Other People Are Not As Worried About AI Killing Everyone
He’s not as far as I can tell, but Ben Landau-Taylor should be, as he writes one of those ‘not about AI but actually about AI’ posts, ‘Why the bureaucrats won’t be toppled.’
I don’t think this is anything like fully right
The inevitable result of sufficiently advanced AI is that it becomes the key driver of military power. Either you halt AI progress soon or that is going to happen. Which means, even under maximally human-friendly assumptions that I don’t expect and definitely don’t happen by accident, as in the best possible scenarios? None of the potential outcomes are good.
If you know your history, they get fully out of hand a lot. Reasonably often regimes start upending all of life, taking all the resources and directly enslaving, killing or imprisoning large percentages of their populations.
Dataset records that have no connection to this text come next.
def test_a_history_that_is_a_device_or_a_pipe_is_refused_before_it_is_read(tmp_path):
    """A market.csv symlinked to /dev/zero would fill memory, a FIFO block until a writer came: the
    application reads regular files only."""
    text = (ROOT / "configs" / "historical.toml").read_text()
    (tmp_path / "zero.csv").symlink_to("/dev/zero")
    os.mkfifo(tmp_path / "pipe.csv")
    for name in ("zero.csv", "pipe.csv"):
        config = tmp_path / f"{name}.toml"
        config.write_text(text.replace('csv = "data/bktp-history.csv"', f'csv = "{name}"'))
        done = subprocess.run([sys.executable, "-c", "from rehedge.cli import main; main()", "check-config",
                               str(config)], capture_output=True, text=True, cwd=ROOT, timeout=120)
        assert done.returncode == 2, done.stderr
        assert done.stderr.strip().count("\n") == 0 and "not a regular file" in done.stderr
        assert done.stderr.startswith("error: market.csv: ")


def test_missing_file_is_a_history_error(tmp_path):
    with pytest.raises(HistoryError, match="file not found"):
        load_history(tmp_path / "nowhere.csv")


def test_too_few_rows_for_one_horizon_is_named(tmp_path):
    path = tmp_path / "history.csv"
    path.write_text(GOOD)
    history = load_history(path)
    with pytest.raises(HistoryError, match=r"3 rows, but one horizon of 5 trading days needs 6 rows"):
        split_history(history, 5, split_fraction=0.5)


def test_column_names_date_format_and_percent_unit_are_configurable(tmp_path):
    path = tmp_path / "history.csv"
    path.write_text("Day,Px,VolPct\n02/01/2024,10.0,20\n03/01/2024,10.5,21.5\n")
    history = load_history(path, "Day", "Px", "VolPct", "percent", "%d/%m/%Y")
    assert [str(d) for d in history.dates] == ["2024-01-02", "2024-01-03"]
    np.testing.assert_array_equal(history.close, [10.0, 10.5])
    np.testing.assert_allclose(history.implied_volatility, [0.20, 0.215], rtol=1e-15)
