def export_table(
    policy,
    problem,
    folder: str | Path,
    *,
    grid: TableGrid = TableGrid(),
    kind: str = "",
    config_name: str | None = None,
    config_hash: str | None = None,
    currency: str | None = None,
    volatility: float | None = None,
) -> Path:
    """Write ``policy`` on ``problem`` as a hedge table folder; returns the folder.

    Parameters
    ----------
    policy : Policy
        Anything with ``act(obs)`` (baseline, learned agent, grid DP, another table).
    problem : hedge_env.problem.HedgingProblem
        The problem the policy was made for: book, marks, schedule, frictions, objective.
    folder : path
        The table folder to write. It is built under a temporary name and
        renamed into place, replacing an older table there: never half-written.
    grid : TableGrid
        Grid sizes and domain.
    kind, config_name, config_hash, currency : str, optional
        Written to the sidecar (the policy's kind, the config it came from, a currency label).
    volatility : float, optional
        Volatility of the moneyness domain, annual; default the mark volatility.
    """
    if getattr(policy, "factor_names", ()):
        raise TableError(f"policy {getattr(policy, 'name', '?')!r} observes market factors "
                         f"{tuple(policy.factor_names)}: a hedge table has only time, moneyness and holding")
    folder = Path(folder)
    notional, marks = problem.notional_shares, problem.marks
    days_nodes = _days_left_nodes(problem)
    if grid.moneyness_range is not None:
        m_low, m_high = grid.moneyness_range
    else:
        sd = (marks.volatility if volatility is None else volatility) * math.sqrt(problem.horizon_years)
        m_low, m_high = math.exp(-grid.moneyness_width * sd), math.exp(grid.moneyness_width * sd)
    money = _round_nodes(np.linspace(m_low, m_high, grid.moneyness_points))
    h_low, h_high = _holding_domain(policy, problem, grid, days_nodes, money)
    if not h_low < h_high:
        raise TableError(f"empty holding domain [{h_low:g}, {h_high:g}] shares")
    holds = _round_nodes(np.linspace(h_low, h_high, grid.holding_points))

    targets = _policy_targets(policy, problem, days_nodes, money, holds)
    # Rounding dust far below a share (e.g. 1e-70 deep out of the money) is written as 0.
    targets[np.abs(targets) < NO_TRADE_TOLERANCE * 1e-2 * notional] = 0.0
    if not np.isfinite(targets).all():
        raise TableError(f"policy {getattr(policy, 'name', '?')!r} named non-finite targets on the table grid")
    lower, upper = _band(policy, problem, days_nodes, money, holds, targets)

    n_d, n_m, n_h = targets.shape
    target_body = _format_rows(
        [np.repeat(days_nodes, n_m * n_h), np.tile(np.repeat(money, n_h), n_d), np.tile(holds, n_d * n_m),
         targets.ravel()], [NODE_DIGITS] * 3 + [TARGET_DIGITS])
    band_body = _format_rows(
        [np.repeat(days_nodes, n_m), np.tile(money, n_d), lower.ravel(), upper.ravel(),
         targets[..., 0].ravel(), targets[..., -1].ravel()], [NODE_DIGITS] * 2 + [TARGET_DIGITS] * 4)
    files = {
        "targets": (TARGETS_FILE, (",".join(TARGET_COLUMNS) + "\n").encode() + target_body, n_d * n_m * n_h),
        "band": (BAND_FILE, (",".join(BAND_COLUMNS) + "\n").encode() + band_body, n_d * n_m),
    }
    frictions = {f.name: getattr(problem.frictions, f.name) for f in dataclasses.fields(problem.frictions)}
    objective = {f.name: getattr(problem.objective, f.name) for f in dataclasses.fields(problem.objective)}
    schedule = problem.schedule
    meta = {
        "format": FORMAT,
        "format_version": FORMAT_VERSION,
        "created": datetime.now(timezone.utc).isoformat(timespec="seconds"),
        "policy": {"name": getattr(policy, "name", type(policy).__name__), "kind": kind,
                   "class": type(policy).__name__, "parameters": policy_parameters(policy)},
        "config": {"name": config_name, "hash": config_hash},
        "units": {
            "holding_shares": "shares of the underlying held (signed: + long, - short)",
            "target_shares": "target holding, shares of the underlying",
            "days_left": "days left to the hedging horizon (schedule.horizon_days minus days elapsed)",
            "moneyness": "spot / book.reference_spot",
            "spot": "currency per share",
            "currency": currency,
            "days_per_year": float(marks.days_per_year),
        },
        "book": {"legs": [_leg_dict(leg) for leg in problem.book.legs],
                 "notional_shares": float(notional), "reference_spot": float(problem.reference_spot)},
        "marks": {"volatility": float(marks.volatility), "rate": float(marks.rate),
                  "dividend_yield": float(marks.dividend_yield), "days_per_year": float(marks.days_per_year)},
        "schedule": {"steps": schedule.steps, "step_days": float(schedule.step_days),
                     "settlement": schedule.settlement, "horizon_days": float(schedule.horizon_days)},
        "frictions": _json_safe(frictions),
        "objective": _json_safe(objective),
        "grid": {"days_left": days_nodes.tolist(), "moneyness": money.tolist(), "holding_shares": holds.tolist()},
        "domain": {
            "days_left": [float(days_nodes[0]), float(days_nodes[-1])],
            "moneyness": [float(money[0]), float(money[-1])],
            "spot": [float(money[0] * problem.reference_spot), float(money[-1] * problem.reference_spot)],
            "holding_shares": [float(holds[0]), float(holds[-1])],
        },
        "interpolation": INTERPOLATION_RULE,
        "files": {key: {"name": name, "sha256": _sha256(data), "rows": rows,
                        "columns": list(TARGET_COLUMNS if key == "targets" else BAND_COLUMNS)}
                  for key, (name, data, rows) in files.items()},
    }
    return _write_folder(folder, {name: data for name, data, _ in files.values()},
                         json.dumps(meta, indent=2, allow_nan=False).encode() + b"\n")


def _write_folder(folder: Path, csvs: dict[str, bytes], sidecar: bytes) -> Path:
    """Build the table under ``NAME.partial`` and rename it into place (replacing an older one)."""
    folder.parent.mkdir(parents=True, exist_ok=True)
    staging = folder.with_name(folder.name + ".partial")
    if staging.exists():
        shutil.rmtree(staging)
    staging.mkdir()
    try:
        for name, data in csvs.items():
            (staging / name).write_bytes(data)
        (staging / SIDECAR).write_bytes(sidecar)
        if folder.exists():
            old = folder.with_name(folder.name + ".old")
            if old.exists():
                shutil.rmtree(old)
            os.replace(folder, old)
            os.replace(staging, folder)
            shutil.rmtree(old)
        else:
            os.replace(staging, folder)
    except BaseException:
        shutil.rmtree(staging, ignore_errors=True)
        raise
    return folder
Such regimes would design systems to ensure no one could get out line.
I always push back hard against the idea that corporations or governments count as ‘superintelligences,’ because they don’t. They’re an importantly different type of powerful entity. But it’s hard to deny, whatever your political persuasion, that our political systems and governments are misaligned with human values, in ways that are spiraling out of control, and where the humans seem mostly powerless to stop this.